*Task*: Would you print the whole listing again, exactly?

*Given data*:
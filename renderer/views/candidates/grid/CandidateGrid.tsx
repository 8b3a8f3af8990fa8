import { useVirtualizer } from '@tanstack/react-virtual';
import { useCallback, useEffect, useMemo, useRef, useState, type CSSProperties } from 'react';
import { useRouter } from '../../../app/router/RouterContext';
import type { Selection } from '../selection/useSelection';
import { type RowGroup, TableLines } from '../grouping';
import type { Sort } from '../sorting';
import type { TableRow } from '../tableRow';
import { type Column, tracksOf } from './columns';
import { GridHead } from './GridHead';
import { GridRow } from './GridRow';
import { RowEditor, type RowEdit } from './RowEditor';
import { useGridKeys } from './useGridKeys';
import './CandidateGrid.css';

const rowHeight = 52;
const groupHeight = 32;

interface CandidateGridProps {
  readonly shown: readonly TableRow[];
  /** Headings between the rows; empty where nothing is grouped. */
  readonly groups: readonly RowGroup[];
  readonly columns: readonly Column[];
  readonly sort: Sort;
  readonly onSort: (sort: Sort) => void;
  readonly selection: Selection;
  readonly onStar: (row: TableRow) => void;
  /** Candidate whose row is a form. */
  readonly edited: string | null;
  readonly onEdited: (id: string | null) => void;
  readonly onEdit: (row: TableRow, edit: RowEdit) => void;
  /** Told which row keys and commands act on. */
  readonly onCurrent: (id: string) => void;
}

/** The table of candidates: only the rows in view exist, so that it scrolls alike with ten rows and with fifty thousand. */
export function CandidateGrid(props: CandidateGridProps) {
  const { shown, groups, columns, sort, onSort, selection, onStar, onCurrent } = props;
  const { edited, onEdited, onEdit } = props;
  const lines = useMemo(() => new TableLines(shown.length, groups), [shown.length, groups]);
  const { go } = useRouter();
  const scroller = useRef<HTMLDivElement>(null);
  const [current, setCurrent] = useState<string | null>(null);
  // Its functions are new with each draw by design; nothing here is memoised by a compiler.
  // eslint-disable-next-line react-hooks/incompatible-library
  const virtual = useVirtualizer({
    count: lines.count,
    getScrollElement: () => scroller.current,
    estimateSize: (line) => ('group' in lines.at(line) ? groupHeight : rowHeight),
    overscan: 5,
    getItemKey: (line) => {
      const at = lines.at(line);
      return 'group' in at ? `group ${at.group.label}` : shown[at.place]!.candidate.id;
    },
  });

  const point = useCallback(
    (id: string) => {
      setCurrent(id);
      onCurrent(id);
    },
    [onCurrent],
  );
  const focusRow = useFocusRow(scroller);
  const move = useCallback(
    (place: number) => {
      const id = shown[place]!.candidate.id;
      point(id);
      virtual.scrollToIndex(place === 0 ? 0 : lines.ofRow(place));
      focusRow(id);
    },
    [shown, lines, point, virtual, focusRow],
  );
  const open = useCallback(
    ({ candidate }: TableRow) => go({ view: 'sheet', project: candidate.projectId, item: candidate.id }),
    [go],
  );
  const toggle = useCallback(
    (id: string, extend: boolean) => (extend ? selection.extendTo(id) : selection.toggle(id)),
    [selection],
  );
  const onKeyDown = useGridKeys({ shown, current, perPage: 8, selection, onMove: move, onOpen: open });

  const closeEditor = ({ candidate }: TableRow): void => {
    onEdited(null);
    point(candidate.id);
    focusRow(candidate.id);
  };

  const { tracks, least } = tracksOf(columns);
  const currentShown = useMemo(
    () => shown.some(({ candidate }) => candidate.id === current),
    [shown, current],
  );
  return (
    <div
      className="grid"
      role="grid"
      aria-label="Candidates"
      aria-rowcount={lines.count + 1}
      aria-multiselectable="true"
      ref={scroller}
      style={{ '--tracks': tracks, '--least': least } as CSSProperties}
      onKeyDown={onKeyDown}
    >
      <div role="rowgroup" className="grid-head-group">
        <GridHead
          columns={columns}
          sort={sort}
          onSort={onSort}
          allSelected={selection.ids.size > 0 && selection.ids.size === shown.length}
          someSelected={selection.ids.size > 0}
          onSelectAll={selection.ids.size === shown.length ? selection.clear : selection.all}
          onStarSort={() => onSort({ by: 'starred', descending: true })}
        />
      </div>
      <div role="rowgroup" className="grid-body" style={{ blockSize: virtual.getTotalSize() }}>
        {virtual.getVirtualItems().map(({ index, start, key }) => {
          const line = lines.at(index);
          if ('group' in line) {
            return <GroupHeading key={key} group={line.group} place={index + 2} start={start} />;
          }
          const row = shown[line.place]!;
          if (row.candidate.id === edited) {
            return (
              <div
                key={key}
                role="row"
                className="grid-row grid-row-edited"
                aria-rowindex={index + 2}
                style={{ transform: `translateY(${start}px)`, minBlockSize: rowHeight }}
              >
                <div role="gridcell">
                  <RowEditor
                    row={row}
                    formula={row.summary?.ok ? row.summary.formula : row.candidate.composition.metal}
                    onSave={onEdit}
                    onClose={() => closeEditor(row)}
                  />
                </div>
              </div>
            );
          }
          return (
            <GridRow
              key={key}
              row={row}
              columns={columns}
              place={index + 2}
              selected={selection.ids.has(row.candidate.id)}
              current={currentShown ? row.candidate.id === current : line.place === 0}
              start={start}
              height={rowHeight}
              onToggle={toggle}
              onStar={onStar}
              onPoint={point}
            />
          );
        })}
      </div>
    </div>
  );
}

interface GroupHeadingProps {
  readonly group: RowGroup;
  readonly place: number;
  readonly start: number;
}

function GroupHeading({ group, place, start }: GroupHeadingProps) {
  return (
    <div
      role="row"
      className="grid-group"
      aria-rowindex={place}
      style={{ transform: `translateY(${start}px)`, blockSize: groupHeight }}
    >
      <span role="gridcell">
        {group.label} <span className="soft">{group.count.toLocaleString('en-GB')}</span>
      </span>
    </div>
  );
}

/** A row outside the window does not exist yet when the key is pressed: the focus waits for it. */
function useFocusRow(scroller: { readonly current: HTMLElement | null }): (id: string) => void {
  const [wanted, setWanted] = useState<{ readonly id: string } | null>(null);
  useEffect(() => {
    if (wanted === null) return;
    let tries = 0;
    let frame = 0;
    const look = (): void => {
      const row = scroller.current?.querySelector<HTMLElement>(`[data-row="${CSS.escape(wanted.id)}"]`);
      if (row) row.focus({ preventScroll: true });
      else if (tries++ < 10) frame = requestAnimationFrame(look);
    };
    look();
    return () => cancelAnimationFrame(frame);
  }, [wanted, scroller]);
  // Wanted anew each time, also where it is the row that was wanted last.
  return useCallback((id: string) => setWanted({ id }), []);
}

*Solution to this exercise*:
filename renderer/views/candidates/grid/CandidateGrid.tsx
repository 8b3a8f3af8990fa8
import { useVirtualizer } from '@tanstack/react-virtual';
import { useCallback, useEffect, useMemo, useRef, useState, type CSSProperties } from 'react';
import { useRouter } from '../../../app/router/RouterContext';
import type { Selection } from '../selection/useSelection';
import { type RowGroup, TableLines } from '../grouping';
import type { Sort } from '../sorting';
import type { TableRow } from '../tableRow';
import { type Column, tracksOf } from './columns';
import { GridHead } from './GridHead';
import { GridRow } from './GridRow';
import { RowEditor, type RowEdit } from './RowEditor';
import { useGridKeys } from './useGridKeys';
import './CandidateGrid.css';

const rowHeight = 52;
const groupHeight = 32;

interface CandidateGridProps {
  readonly shown: readonly TableRow[];
  /** Headings between the rows; empty where nothing is grouped. */
  readonly groups: readonly RowGroup[];
  readonly columns: readonly Column[];
  readonly sort: Sort;
  readonly onSort: (sort: Sort) => void;
  readonly selection: Selection;
  readonly onStar: (row: TableRow) => void;
  /** Candidate whose row is a form. */
  readonly edited: string | null;
  readonly onEdited: (id: string | null) => void;
  readonly onEdit: (row: TableRow, edit: RowEdit) => void;
  /** Told which row keys and commands act on. */
  readonly onCurrent: (id: string) => void;
}

/** The table of candidates: only the rows in view exist, so that it scrolls alike with ten rows and with fifty thousand. */
export function CandidateGrid(props: CandidateGridProps) {
  const { shown, groups, columns, sort, onSort, selection, onStar, onCurrent } = props;
  const { edited, onEdited, onEdit } = props;
  const lines = useMemo(() => new TableLines(shown.length, groups), [shown.length, groups]);
  const { go } = useRouter();
  const scroller = useRef<HTMLDivElement>(null);
  const [current, setCurrent] = useState<string | null>(null);
  // Its functions are new with each draw by design; nothing here is memoised by a compiler.
  // eslint-disable-next-line react-hooks/incompatible-library
  const virtual = useVirtualizer({
    count: lines.count,
    getScrollElement: () => scroller.current,
    estimateSize: (line) => ('group' in lines.at(line) ? groupHeight : rowHeight),
    overscan: 5,
    getItemKey: (line) => {
      const at = lines.at(line);
      return 'group' in at ? `group ${at.group.label}` : shown[at.place]!.candidate.id;
    },
  });

  const point = useCallback(
    (id: string) => {
      setCurrent(id);
      onCurrent(id);
    },
    [onCurrent],
  );
  const focusRow = useFocusRow(scroller);
  const move = useCallback(
    (place: number) => {
      const id = shown[place]!.candidate.id;
      point(id);
      virtual.scrollToIndex(place === 0 ? 0 : lines.ofRow(place));
      focusRow(id);
    },
    [shown, lines, point, virtual, focusRow],
  );
  const open = useCallback(
    ({ candidate }: TableRow) => go({ view: 'sheet', project: candidate.projectId, item: candidate.id }),
    [go],
  );
  const toggle = useCallback(
    (id: string, extend: boolean) => (extend ? selection.extendTo(id) : selection.toggle(id)),
    [selection],
  );
  const onKeyDown = useGridKeys({ shown, current, perPage: 8, selection, onMove: move, onOpen: open });

  const closeEditor = ({ candidate }: TableRow): void => {
    onEdited(null);
    point(candidate.id);
    focusRow(candidate.id);
  };

  const { tracks, least } = tracksOf(columns);
  const currentShown = useMemo(
    () => shown.some(({ candidate }) => candidate.id === current),
    [shown, current],
  );
  return (
    <div
      className="grid"
      role="grid"
      aria-label="Candidates"
      aria-rowcount={lines.count + 1}
      aria-multiselectable="true"
      ref={scroller}
      style={{ '--tracks': tracks, '--least': least } as CSSProperties}
      onKeyDown={onKeyDown}
    >
      <div role="rowgroup" className="grid-head-group">
        <GridHead
          columns={columns}
          sort={sort}
          onSort={onSort}
          allSelected={selection.ids.size > 0 && selection.ids.size === shown.length}
          someSelected={selection.ids.size > 0}
          onSelectAll={selection.ids.size === shown.length ? selection.clear : selection.all}
          onStarSort={() => onSort({ by: 'starred', descending: true })}
        />
      </div>
      <div role="rowgroup" className="grid-body" style={{ blockSize: virtual.getTotalSize() }}>
        {virtual.getVirtualItems().map(({ index, start, key }) => {
          const line = lines.at(index);
          if ('group' in line) {
            return <GroupHeading key={key} group={line.group} place={index + 2} start={start} />;
          }
          const row = shown[line.place]!;
          if (row.candidate.id === edited) {
            return (
              <div
                key={key}
                role="row"
                className="grid-row grid-row-edited"
                aria-rowindex={index + 2}
                style={{ transform: `translateY(${start}px)`, minBlockSize: rowHeight }}
              >
                <div role="gridcell">
                  <RowEditor
                    row={row}
                    formula={row.summary?.ok ? row.summary.formula : row.candidate.composition.metal}
                    onSave={onEdit}
                    onClose={() => closeEditor(row)}
                  />
                </div>
              </div>
            );
          }
          return (
            <GridRow
              key={key}
              row={row}
              columns={columns}
              place={index + 2}
              selected={selection.ids.has(row.candidate.id)}
              current={currentShown ? row.candidate.id === current : line.place === 0}
              start={start}
              height={rowHeight}
              onToggle={toggle}
              onStar={onStar}
              onPoint={point}
            />
          );
        })}
      </div>
    </div>
  );
}

interface GroupHeadingProps {
  readonly group: RowGroup;
  readonly place: number;
  readonly start: number;
}

function GroupHeading({ group, place, start }: GroupHeadingProps) {
  return (
    <div
      role="row"
      className="grid-group"
      aria-rowindex={place}
      style={{ transform: `translateY(${start}px)`, blockSize: groupHeight }}
    >
      <span role="gridcell">
        {group.label} <span className="soft">{group.count.toLocaleString('en-GB')}</span>
      </span>
    </div>
  );
}

/** A row outside the window does not exist yet when the key is pressed: the focus waits for it. */
function useFocusRow(scroller: { readonly current: HTMLElement | null }): (id: string) => void {
  const [wanted, setWanted] = useState<{ readonly id: string } | null>(null);
  useEffect(() => {
    if (wanted === null) return;
    let tries = 0;
    let frame = 0;
    const look = (): void => {
      const row = scroller.current?.querySelector<HTMLElement>(`[data-row="${CSS.escape(wanted.id)}"]`);
      if (row) row.focus({ preventScroll: true });
      else if (tries++ < 10) frame = requestAnimationFrame(look);
    };
    look();
    return () => cancelAnimationFrame(frame);
  }, [wanted, scroller]);
  // Wanted anew each time, also where it is the row that was wanted last.
  return useCallback((id: string) => setWanted({ id }), []);
}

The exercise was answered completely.